Every entry below must be transcribed exactly, with no line missing.
(AVAILABLE DATA begins)
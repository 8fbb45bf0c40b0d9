import { after } from 'next/server';
import { SECTION_ROLES } from '@/lib/roles';
import { HandoffError } from '@/lib/handoff-errors';
import { invalid, readJson } from '@/lib/server/api';
import { apiUser } from '@/lib/server/auth';
import { handoffErrorResponse } from '@/lib/server/handoff-response';
import { submitHandoff } from '@/lib/server/handoffs';
import { deliverDueEmails } from '@/lib/server/mail';
import { handoffSubmitSchema } from '@/lib/validation/handoffs';

/** Records a drop or hook. 201 with the new handoff; 200 with the same one for a retried submit. */
export async function POST(request: Request) {
  const user = await apiUser(SECTION_ROLES.gate);
  if (user instanceof Response) return user;
  const body = await readJson(request);
  if (!body.ok) return body.response;
  const parsed = handoffSubmitSchema.safeParse(body.body);
  if (!parsed.success) return invalid(parsed.error);
  try {
    const result = await submitHandoff(parsed.data, {
      id: user.id,
      role: user.role,
      carrierId: user.carrierId,
      terminalId: user.terminalId,
    });
    // the receipt e-mail was queued in the transaction; send it now rather than at the worker's next round
    if (!result.isReplay) after(() => deliverDueEmails().catch(() => undefined));
    return Response.json(
      {
        handoff: {
          id: result.handoffId,
          verificationCode: result.verificationCode,
          receiptUrl: `/gate/receipts/${result.handoffId}`,
        },
      },
      { status: result.isReplay ? 200 : 201 },
    );
  } catch (error) {
    if (error instanceof HandoffError) return handoffErrorResponse(error);
    throw error;
  }
}
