import { z } from 'zod';
import { SECTION_ROLES } from '@/lib/auth/roles';
import { route } from '@/lib/server/api';
import { addWalkScan } from '@/lib/server/yard/walks';
import { walkScanSchema } from '@/lib/validation/yard';

/** One walk scan from the device queue; a re-send with the same clientKey answers 200 with the stored scan. */
export const POST = route(
  {
    access: SECTION_ROLES.yard,
    params: z.object({ id: z.uuid() }),
    notFound: 'No such walk.',
    body: walkScanSchema,
  },
  async ({ user, params, body }) => {
    const stored = await addWalkScan(user, params.id, body);
    if (!stored.ok) return stored;
    return Response.json({ ok: true, ...stored.value }, { status: stored.value.isRepeat ? 200 : 201 });
  },
);
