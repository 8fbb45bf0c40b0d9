import { SECTION_ROLES } from '@/lib/roles';
import { apiError, invalid, readJson } from '@/lib/server/api';
import { apiUser } from '@/lib/server/auth';
import { createUpload, UploadError } from '@/lib/server/uploads';
import { uploadRequestSchema } from '@/lib/validation/handoffs';

/** Announces a photo (type, size, SHA-256) and returns a presigned URL to PUT it to. */
export async function POST(request: Request) {
  const user = await apiUser(SECTION_ROLES.gate);
  if (user instanceof Response) return user;
  const body = await readJson(request);
  if (!body.ok) return body.response;
  const parsed = uploadRequestSchema.safeParse(body.body);
  if (!parsed.success) return invalid(parsed.error);
  try {
    return Response.json(await createUpload(parsed.data, user), { status: 201 });
  } catch (error) {
    if (error instanceof UploadError) return apiError(error.code, error.message, error.fieldErrors);
    throw error;
  }
}
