import { z } from 'zod';
import { addWalkScan } from '@/db/queries/yard-walks';
import { SECTION_ROLES } from '@/lib/roles';
import { apiError, invalid, readJson } from '@/lib/server/api';
import { apiUser } from '@/lib/server/auth';
import { noTerminal, refusalResponse } from '@/lib/server/yard-api';
import { walkScanSchema } from '@/lib/validation/yard';

/** One walk scan from the device queue; a re-send with the same clientKey answers 200 with the stored scan. */
export async function POST(request: Request, { params }: { params: Promise<{ id: string }> }) {
  const user = await apiUser(SECTION_ROLES.yard);
  if (user instanceof Response) return user;
  const { id } = await params;
  if (!z.uuid().safeParse(id).success) return apiError('not_found', 'No such walk.');
  const body = await readJson(request);
  if (!body.ok) return body.response;
  const parsed = walkScanSchema.safeParse(body.body);
  if (!parsed.success) return invalid(parsed.error);
  if (!user.terminalId) return noTerminal();
  const result = await addWalkScan(id, user.terminalId, parsed.data);
  if (!result.ok) return refusalResponse(result);
  return Response.json(result, { status: result.isRepeat ? 200 : 201 });
}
(AVAILABLE DATA ends)
▶ [FINISHED TASK]
repository 8fbb45bf0c40b0d9
import { after } from 'next/server';
import { SECTION_ROLES } from '@/lib/roles';
import { HandoffError } from '@/lib/handoff-errors';
import { invalid, readJson } from '@/lib/server/api';
import { apiUser } from '@/lib/server/auth';
import { handoffErrorResponse } from '@/lib/server/handoff-response';
import { submitHandoff } from '@/lib/server/handoffs';
import { deliverDueEmails } from '@/lib/server/mail';
import { handoffSubmitSchema } from '@/lib/validation/handoffs';

/** Records a drop or hook. 201 with the new handoff; 200 with the same one for a retried submit. */
export async function POST(request: Request) {
  const user = await apiUser(SECTION_ROLES.gate);
  if (user instanceof Response) return user;
  const body = await readJson(request);
  if (!body.ok) return body.response;
  const parsed = handoffSubmitSchema.safeParse(body.body);
  if (!parsed.success) return invalid(parsed.error);
  try {
    const result = await submitHandoff(parsed.data, {
      id: user.id,
      role: user.role,
      carrierId: user.carrierId,
      terminalId: user.terminalId,
    });
    // the receipt e-mail was queued in the transaction; send it now rather than at the worker's next round
    if (!result.isReplay) after(() => deliverDueEmails().catch(() => undefined));
    return Response.json(
      {
        handoff: {
          id: result.handoffId,
          verificationCode: result.verificationCode,
          receiptUrl: `/gate/receipts/${result.handoffId}`,
        },
      },
      { status: result.isReplay ? 200 : 201 },
    );
  } catch (error) {
    if (error instanceof HandoffError) return handoffErrorResponse(error);
    throw error;
  }
}
import { z } from 'zod';
import { SECTION_ROLES } from '@/lib/auth/roles';
import { route } from '@/lib/server/api';
import { addWalkScan } from '@/lib/server/yard/walks';
import { walkScanSchema } from '@/lib/validation/yard';

/** One walk scan from the device queue; a re-send with the same clientKey answers 200 with the stored scan. */
export const POST = route(
  {
    access: SECTION_ROLES.yard,
    params: z.object({ id: z.uuid() }),
    notFound: 'No such walk.',
    body: walkScanSchema,
  },
  async ({ user, params, body }) => {
    const stored = await addWalkScan(user, params.id, body);
    if (!stored.ok) return stored;
    return Response.json({ ok: true, ...stored.value }, { status: stored.value.isRepeat ? 200 : 201 });
  },
);
repository 8fbb45bf0c40b0d9
import { SECTION_ROLES } from '@/lib/roles';
import { apiError, invalid, readJson } from '@/lib/server/api';
import { apiUser } from '@/lib/server/auth';
import { createUpload, UploadError } from '@/lib/server/uploads';
import { uploadRequestSchema } from '@/lib/validation/handoffs';

/** Announces a photo (type, size, SHA-256) and returns a presigned URL to PUT it to. */
export async function POST(request: Request) {
  const user = await apiUser(SECTION_ROLES.gate);
  if (user instanceof Response) return user;
  const body = await readJson(request);
  if (!body.ok) return body.response;
  const parsed = uploadRequestSchema.safeParse(body.body);
  if (!parsed.success) return invalid(parsed.error);
  try {
    return Response.json(await createUpload(parsed.data, user), { status: 201 });
  } catch (error) {
    if (error instanceof UploadError) return apiError(error.code, error.message, error.fieldErrors);
    throw error;
  }
}
import { z } from 'zod';
import { addWalkScan } from '@/db/queries/yard-walks';
import { SECTION_ROLES } from '@/lib/roles';
import { apiError, invalid, readJson } from '@/lib/server/api';
import { apiUser } from '@/lib/server/auth';
import { noTerminal, refusalResponse } from '@/lib/server/yard-api';
import { walkScanSchema } from '@/lib/validation/yard';

/** One walk scan from the device queue; a re-send with the same clientKey answers 200 with the stored scan. */
export async function POST(request: Request, { params }: { params: Promise<{ id: string }> }) {
  const user = await apiUser(SECTION_ROLES.yard);
  if (user instanceof Response) return user;
  const { id } = await params;
  if (!z.uuid().safeParse(id).success) return apiError('not_found', 'No such walk.');
  const body = await readJson(request);
  if (!body.ok) return body.response;
  const parsed = walkScanSchema.safeParse(body.body);
  if (!parsed.success) return invalid(parsed.error);
  if (!user.terminalId) return noTerminal();
  const result = await addWalkScan(id, user.terminalId, parsed.data);
  if (!result.ok) return refusalResponse(result);
  return Response.json(result, { status: result.isRepeat ? 200 : 201 });
}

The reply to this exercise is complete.